简·奥斯丁的爱情小说①,作为突破现实围困的文学修正,在叙事策略上实现了女性言说的自由和权利。爱情,不再是传统意义上“罗密欧与朱丽叶”“梁山伯与祝英台”的形象思维与激情演绎,而是“理智与情感”“傲慢与偏见”的精神成长之旅。爱情,在女主人公的自我成长与完善中,获得了社会拯救力的延伸。其言说方式的主体性突破,是再塑爱情伦理与文学修正并举的叙事策略。

一 简·奥斯丁的爱情叙事选择

简·奥斯丁时代,出现了影响世界的法国大革命与席卷欧洲的拿破仑战争。那时的文学创作,几乎对此都有不同程度的描述。而奥斯丁的字里行间既看不见战争的硝烟,也听不见革命的回声。对此,历代评论家都曾表达过“遗憾”:她选取波澜不惊的日常生活,把“小世界”的爱情当作惊异之举。

奥斯丁作品,大都取材于她所熟悉的社交范围,一个村镇的几户人家。小说情节,只局域于走访、郊游和宴请。其主线,虽是男女主人公的谈情说爱,却不限于彼此之间的卿卿我我,而是依据世态风习,生活化地描述主人公们的自我发现与爱情明朗化过程。小说语言通常舒缓有致,其幽默讽刺性,不是斯威夫特和菲尔丁的夸张、明快,而是温婉的曲笔妙语;没有批判的激情,只是情不得已的揭丑、示弱与道德暗示;分享给读者的不仅是爱情乐趣,还有生活情趣、人生理趣。借助主人公的爱情与自我发现,读者能够反躬自省,获得关于自我、他人、社会的多重认知。

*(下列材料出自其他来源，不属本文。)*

import { launchCameraAsync, launchImageLibraryAsync } from 'expo-image-picker';
import { useState } from 'react';
import { StyleSheet, View } from 'react-native';
import { InputBox } from '@/components/form/InputBox';
import { space } from '@/components/theme/space';
import { Button } from '@/components/ui/Button';
import { Notice } from '@/components/ui/Notice';
import { PhotoTile } from '@/components/ui/PhotoTile';
import { Screen } from '@/components/ui/Screen';
import { Text } from '@/components/ui/Text';
import { newId, useRecord } from '@/features/entries';
import { useLeave } from '@/features/entries/useLeave';
import type { PhotosOf } from './queries';

type Chosen = { key: string; entryId: string; file: File; uri: string; trouble: string | null };

/** Several photos at once, each a record of its own: what was refused is sent again with one tap. */
export function PhotoForm({ of, subtitle }: { of: PhotosOf; subtitle: string }) {
  const record = useRecord();
  const leave = useLeave();
  const [photos, setPhotos] = useState<Chosen[]>([]);
  const [caption, setCaption] = useState('');
  const [busy, setBusy] = useState(false);
  const change = (key: string, part: Partial<Chosen>) =>
    setPhotos((all) => all.map((one) => (one.key === key ? { ...one, ...part } : one)));
  const choose = async (from: 'camera' | 'library') => {
    const options = {
      mediaTypes: ['images' as const],
      quality: 1,
      allowsMultipleSelection: from === 'library',
      exif: false,
    };
    const picked = await (from === 'camera' ? launchCameraAsync(options) : launchImageLibraryAsync(options));
    const added = (picked.assets ?? []).flatMap(({ file, uri }) =>
      file ? [{ key: newId(), entryId: newId(), file, uri, trouble: null }] : [],
    );
    setPhotos((all) => [...all, ...added]);
  };
  const send = async () => {
    setBusy(true);
    let failed = false;
    for (const { key, entryId, file } of photos) {
      const content = {
        kind: 'photoTaken' as const,
        photoId: key,
        of: { thing: of.thing, id: of.thingId },
        takenOn: null,
        caption: caption.trim() || null,
      };
      change(key, { trouble: null });
      try {
        await record(content, { id: entryId, picture: file });
        setPhotos((all) => all.filter((one) => one.key !== key));
      } catch (error) {
        failed = true;
        change(key, { trouble: error instanceof Error ? error.message : 'Not sent' });
      }
    }
    setBusy(false);
    if (!failed) leave();
  };
  const word = photos.length === 1 ? 'Save photo' : `Save ${photos.length} photos`;
  return (
    <Screen
      title="Photo"
      subtitle={subtitle}
      close={{ label: 'Close Photo', onPress: () => leave() }}
      dock={
        <Button
          kind="primary"
          grow
          label={photos.length > 0 ? word : 'Save photo'}
          busy={busy}
          busyLabel="Sending"
          onPress={() => void send()}
          {...(photos.length === 0 ? { disabledBecause: 'Choose a photo first' } : {})}
        />
      }
      low
      measure
    >
      <View style={{ gap: space[4] }}>
        <View style={styles.line}>
          <Button icon="photo" label="Take a photo" onPress={() => void choose('camera')} />
          <Button icon="plus" label="Choose photos" onPress={() => void choose('library')} />
        </View>
        {photos.map(({ key, uri, trouble, file }) => (
          <View key={key} style={{ gap: space[2] }}>
            <PhotoTile uri={uri} alt={file.name} aspect={1.5} waiting />
            {trouble ? <Notice tone="act" alert words={trouble} /> : null}
            {busy ? null : (
              <Button
                small
                kind="text"
                label={`Leave out ${file.name}`}
                onPress={() => setPhotos((all) => all.filter((one) => one.key !== key))}
              />
            )}
          </View>
        ))}
        <InputBox value={caption} onChangeText={setCaption} placeholder="Caption, not needed" aria-label="Caption" />
        <Text size="small" tone="soft">
          The date is read from the picture. Where it was taken is removed before it is stored.
        </Text>
      </View>
    </Screen>
  );
}

const styles = StyleSheet.create({ line: { flexDirection: 'row', flexWrap: 'wrap', gap: space[2] } });
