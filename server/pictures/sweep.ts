import { nameOf } from './integrity';
import type { PictureKey, Shelf } from './shelf';

export type Swept = {
  /** Pictures without a row that were taken away. */
  removed: number;
  /** Pictures without a row that were left, because there were too many for a crash to explain. */
  heldBack: number;
};

/**
 * A crash leaves at most the pictures that were on their way. More than this many without a row means that the database is
 * not the one these pictures belong to (an old backup, the wrong folder), and then nothing may be taken away.
 */
const EXPLAINED_BY_A_CRASH = 100;

/** Takes away pictures that no row knows. To be called at the start, before anything is stored. */
export async function sweepShelf(shelf: Shelf, known: Iterable<PictureKey>): Promise<Swept> {
  const names = new Set(Array.from(known, nameOf));
  const orphans = (await shelf.keys()).filter((key) => !names.has(nameOf(key)));
  if (orphans.length > EXPLAINED_BY_A_CRASH) return { removed: 0, heldBack: orphans.length };
  for (const key of orphans) await shelf.remove(key);
  return { removed: orphans.length, heldBack: 0 };
}
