import { ancestorWalk } from './ancestorWalk';
import { inherited, pourParents, type Segregation } from './segregation';

/** Kinships read through the ancestors of the animals asked about, and no others. */
export type SparseColumns = {
  /** Kinships of `node` with each of `others`. Nothing but its own ancestors need be settled. */
  between(node: number, others: number[]): number[];
  /** Kinship of two different members of a family. */
  within(family: number): number;
};

/** The products of `flowUp` and `kinshipDown`, kept to the few nodes where they are not zero or not wanted. */
export function sparseColumns(segregation: Segregation): SparseColumns {
  const { sorted, self, within } = segregation;
  const { familyOf, parents } = sorted;
  const walk = ancestorWalk(sorted);
  const flow = new Float64Array(sorted.nodes);
  const kinship = new Float64Array(sorted.nodes);
  const own = (node: number) => {
    const family = familyOf[node] ?? 0;
    return (self[family] ?? 0) - (within[family] ?? 0);
  };
  const flowUp = () => walk.visit((node) => pourParents(sorted, familyOf[node] ?? 0, flow, flow[node] ?? 0)).slice();
  return {
    between(node, others) {
      flow[node] = 1;
      walk.ask(node);
      const ancestors = flowUp();
      for (const other of others) walk.ask(other);
      const path = walk.visit();
      for (let at = path.length - 1; at >= 0; at -= 1) {
        const each = path[at] ?? 0;
        const share = flow[each] ?? 0;
        kinship[each] = inherited(sorted, familyOf[each] ?? 0, kinship) + (share === 0 ? 0 : own(each) * share);
      }
      for (const ancestor of ancestors) flow[ancestor] = 0;
      return others.map((other) => kinship[other] ?? 0);
    },
    within(family) {
      pourParents(sorted, family, flow);
      for (let at = parents.start[family] ?? 0; at < (parents.start[family + 1] ?? 0); at += 1) {
        walk.ask(parents.node[at] ?? 0);
      }
      let sum = 0;
      for (const ancestor of flowUp()) {
        sum += own(ancestor) * (flow[ancestor] ?? 0) ** 2;
        flow[ancestor] = 0;
      }
      return sum;
    },
  };
}
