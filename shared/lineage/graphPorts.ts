type Point = { x: number; y: number };
type Box = Point & { id: string; width: number; height: number };
type Line = { parent: string; child: string; points: Point[] };

/** Room between the lines that arrive at one fish, as far as its width allows. */
const PORT_GAP = 12;

/**
 * Lets every line leave its parent in the middle below and arrive above its child, the lines of one child side by side in
 * the order in which they come, so that they neither cross at the end nor run into a side.
 */
export function withPorts<L extends Line>(boxes: Box[], lines: L[]): L[] {
  const boxOf = new Map(boxes.map((box) => [box.id, box]));
  const arriving = new Map<string, L[]>(boxes.map(({ id }) => [id, []]));
  for (const line of lines) arriving.get(line.child)?.push(line);
  const shiftOf = new Map<L, number>();
  for (const [child, listed] of arriving) {
    const gap = Math.min(PORT_GAP, (boxOf.get(child)?.width ?? 0) / (listed.length + 1));
    const ordered = listed.toSorted((a, b) => comesFrom(a) - comesFrom(b));
    for (const [place, line] of ordered.entries()) shiftOf.set(line, (place - (listed.length - 1) / 2) * gap);
  }
  return lines.map((line) => {
    const [parent, child] = [boxOf.get(line.parent), boxOf.get(line.child)];
    if (!parent || !child) return line;
    const start = { x: parent.x, y: parent.y + parent.height / 2 };
    const end = { x: child.x + (shiftOf.get(line) ?? 0), y: child.y - child.height / 2 };
    return { ...line, points: [start, ...line.points.slice(1, -1), end] };
  });
}

/** Where a line is before its last bend: what decides its place among those that arrive. */
const comesFrom = ({ points }: Line): number => points.at(-2)?.x ?? 0;
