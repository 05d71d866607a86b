using OpenCvSharp;
using Pairwright.Geometry;
using Pairwright.Imaging;
using Xunit;

namespace Pairwright.Tests.Imaging;

public class Levels_between_pixels
{
    private static readonly PictureSize Size = new(96, 80);

    // Unser (1999): cubic splines reproduce polynomials of third degree; near the edges, where the picture is continued as its mirror
    // image, the deviation falls by √3 − 2 a pixel. The levels are whole at pixels, so that nothing is lost to rounding.
    [Fact]
    public void A_cubic_is_followed_exactly()
    {
        var size = new PictureSize(41, 37);
        static double Cubic(double u, double v) => 30000 + Math.Pow(u - 20, 3) + 2 * (u - 20) * (v - 18) + 3 * Math.Pow(v - 18, 2);
        var spline = CubicSpline.Through(Array.ConvertAll(Enumerable.Range(0, (int)size.Area).ToArray(), i => checked((ushort)Cubic(i % 41, i / 41))), size);

        for (var v = 12.0; v <= 24; v += 0.5)
        {
            for (var u = 12.0; u <= 28; u += 0.25)
            {
                Assert.Equal(Cubic(u, v), spline.At((float)u, (float)v), 0.02);
            }
        }
    }

    // The reason for splines: what an interpolation shifts, every disparity has wrong. The shift of a wave is read from its Fourier component.
    [Theory]
    [InlineData(4, 0.008)]
    [InlineData(6, 0.002)]
    [InlineData(12, 0.0005)]
    public void A_wave_is_not_shifted(int period, double largestShift)
    {
        var size = new PictureSize(10 * period + 60, 1);
        var levels = Enumerable.Range(0, size.Width).Select(u => (ushort)Math.Round(32768 + 30000 * Math.Cos(u * Math.Tau / period))).ToArray();
        var spline = CubicSpline.Through(levels, size);
        for (var shift = 0.0; shift < 1; shift += 0.125)
        {
            double inPhase = 0, quadrature = 0;
            for (var i = 0; i < 10 * period; i++)
            {
                var level = spline.At((float)(30 + i + shift), 0) - 32768;
                inPhase += level * Math.Cos((30 + i) * Math.Tau / period);
                quadrature += level * Math.Sin((30 + i) * Math.Tau / period);
            }

            Assert.InRange(-Math.Atan2(quadrature, inPhase) / Math.Tau * period - shift, -largestShift, largestShift);
        }
    }

    [Theory]
    [InlineData(1, 1)]
    [InlineData(2, 1)]
    [InlineData(1, 3)]
    [InlineData(2, 2)]
    [InlineData(5, 4)]
    public void The_smallest_pictures_pass_through_their_pixels_too(int width, int height)
    {
        var levels = Patterns.Levels(width * height, 65536, seed: width);
        var spline = CubicSpline.Through(levels, new(width, height));
        for (var i = 0; i < levels.Length; i++)
        {
            Assert.Equal(levels[i], spline.At(i % width, i / width), 0.1);
            Assert.Equal(spline.At(i % width + 0.4f, i / width - 0.3f), spline.AtByVectors(i % width + 0.4f, i / width - 0.3f));
        }
    }

    // Twelve bits and a period of 12 px: as fine a texture as a lens passes. OpenCV's remapping, the reference, rounds positions to 1/32 px.
    [Fact]
    public void A_smooth_picture_is_followed_within_a_twentyfifth_of_a_grey_level_and_far_better_than_by_OpenCVs_remapping()
    {
        static double Wave(double u, double v) => 2048 + 900 * Math.Sin(u * Math.Tau / 12 + 0.3) * Math.Cos(v * Math.Tau / 14);
        var levels = Sampled(Wave);
        var random = new Random(11);
        var (columns, rows) = (new float[4000], new float[4000]);
        for (var i = 0; i < columns.Length; i++)
        {
            (columns[i], rows[i]) = ((float)(3 + random.NextDouble() * (Size.Width - 7)), (float)(3 + random.NextDouble() * (Size.Height - 7)));
        }

        var own = Resampling.Levels(levels, Size, 1, 4095, columns, rows, 100);
        using var source = Mat.FromPixelData(Size.Height, Size.Width, MatType.CV_16UC1, levels);
        using var across = Mat.FromPixelData(40, 100, MatType.CV_32FC1, columns);
        using var down = Mat.FromPixelData(40, 100, MatType.CV_32FC1, rows);
        using var reference = new Mat();
        Cv2.Remap(source, reference, across, down, InterpolationFlags.Cubic, BorderTypes.Replicate);

        double Rms(ReadOnlySpan<ushort> sampled)
        {
            double squares = 0;
            for (var i = 0; i < sampled.Length; i++)
            {
                squares += Math.Pow(sampled[i] - Wave(columns[i], rows[i]), 2);
            }

            return Math.Sqrt(squares / sampled.Length);
        }

        const int perGreyLevelOfEightBits = 16;
        Assert.InRange(Rms(own) / perGreyLevelOfEightBits, 0, 0.04);
        Assert.True(Rms(own) < 0.05 * Rms(reference.AsSpan<ushort>()), $"own {Rms(own):0.00}, OpenCV {Rms(reference.AsSpan<ushort>()):0.00} of 4095");
    }

    // Source: OpenCV's cubic remapping with whole and half positions, which its 1/32 px grid holds; its kernel has a = −0.75, so that only
    // pixel centres are compared exactly.
    [Fact]
    public void At_pixel_centres_the_levels_are_those_of_the_source_and_of_OpenCV()
    {
        var levels = Patterns.Levels((int)Size.Area, 65536, seed: 2);
        var columns = new float[Size.Area];
        var rows = new float[Size.Area];
        for (var i = 0; i < columns.Length; i++)
        {
            (columns[i], rows[i]) = (Size.Width - 1 - i % Size.Width, Size.Height - 1 - i / Size.Width);
        }

        var own = Resampling.Levels(levels, Size, 1, 65535, columns, rows, Size.Width);
        using var source = Mat.FromPixelData(Size.Height, Size.Width, MatType.CV_16UC1, levels);
        using var across = Mat.FromPixelData(Size.Height, Size.Width, MatType.CV_32FC1, columns);
        using var down = Mat.FromPixelData(Size.Height, Size.Width, MatType.CV_32FC1, rows);
        using var reference = new Mat();
        Cv2.Remap(source, reference, across, down, InterpolationFlags.Cubic, BorderTypes.Replicate);

        Assert.Equal(levels.Reverse().ToArray(), own);
        Assert.Equal(reference.AsSpan<ushort>().ToArray(), own);
    }

    [Theory]
    [InlineData(1)]
    [InlineData(3)]
    public void Four_taps_at_a_time_equal_one_at_a_time_to_the_bit(int channels)
    {
        var levels = Patterns.Levels((int)Size.Area * channels, 4096, seed: 3);
        var random = new Random(4);
        var columns = new float[5000];
        var rows = new float[5000];
        for (var i = 0; i < columns.Length; i++)
        {
            (columns[i], rows[i]) = ((float)(random.NextDouble() * 110 - 7), (float)(random.NextDouble() * 94 - 7));
        }

        columns[17] = float.NaN;
        Assert.Equal(
            Resampling.Levels(levels, Size, channels, 4095, columns, rows, 50, vectors: false),
            Resampling.Levels(levels, Size, channels, 4095, columns, rows, 50, vectors: true));
    }

    [Fact]
    public void Overshoot_beside_a_sharp_edge_stays_within_the_levels()
    {
        var levels = Sampled((u, _) => u < 40 ? 0 : 1023);
        var columns = Enumerable.Range(0, 80).Select(i => 38 + i * 0.05f).ToArray();
        var sampled = Resampling.Levels(levels, Size, 1, 1023, columns, new float[80], 80);

        Assert.All(sampled, level => Assert.InRange(level, 0, 1023));
    }

    [Fact]
    public void A_pixel_is_seen_only_where_every_neighbour_that_counts_is_usable()
    {
        var mask = Mask.From(new(4, 4), (u, v) => (u, v) != (2, 1));
        float[] columns = [0, 2, 1.5f, 1, 2.5f, -0.4f, 3.4f, -0.6f, float.NaN, 2];
        float[] rows = [0, 1, 1, 1, 0.5f, 0, 3, 0, 0, 1.001f];

        Assert.Equal([true, false, false, true, false, true, true, false, false, false], Resampling.Seen(new(4, 4), mask, columns, rows));
    }

    private static ushort[] Sampled(Func<double, double, double> level) =>
        [.. Enumerable.Range(0, (int)Size.Area).Select(i => checked((ushort)Math.Round(level(i % Size.Width, i / Size.Width))))];
}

奥斯丁早期的兴趣写作——《埃莉诺与玛丽安娜》《初次印象》和《苏珊》,是些类似日记体的“最熟知的事物,家庭琐事,乡村生活,那些意见倾心、分分合合,爱情和友谊,年少轻狂,经验教训”[1]112。正是这些“爱情、友谊和轻狂”,在被纳入“情感与理智”“傲慢与偏见”的行为中的理性与情感理性分析之后,使爱情在人性、人情的现实伦理层面得以敞开和拓展,使爱情与自我实现产生了有机联系。

奥斯丁将自己的爱情婚姻感悟,融入历史现实中的人情、人性理解,把现实行为中的理性与情感想象协调起来,依据二者在行为伦理层面的冲突编撰情节。个体行为理性源自敞开的社会道德,而情感理性则是潜隐的情感调节。两者之间的冲突与调和,构成了简·奥斯丁小说的爱情肌理。不管是二者趋于一致时的静水微澜,还是彼此之间摩擦出的惊心动魄,爱情,作为自我成长与自我实现的情感动力,其圆满结局正由自我完善与美德考验所致。如,伊丽莎白和达西消除“傲慢”与“偏见”的自我完善,埃莉诺与爱德华克己自制的美德考验,圆满的爱情结局似乎正是主人公美德与精神自省的褒奖。

奥斯丁之前,男性书写的女性形象,要么是理想化的拯救者——女神,要么是娱人、怡情的想象物——尤物,或者是灾难、祸害的替罪羊——妖孽。男性作者的女性描述,剥夺了女性言说的权利与自由。然而,“人首先作为自然物而存在,其次还为自己而存在,观照自己,认识自己,思考自己,只有通过这种自为的存在,人才是心灵的”[2]38。简·奥斯丁的小说创作,通过女性自我观照,描述其爱情历程中的自为存在,以期获得女性的正名——“女性言说的权利与自由”。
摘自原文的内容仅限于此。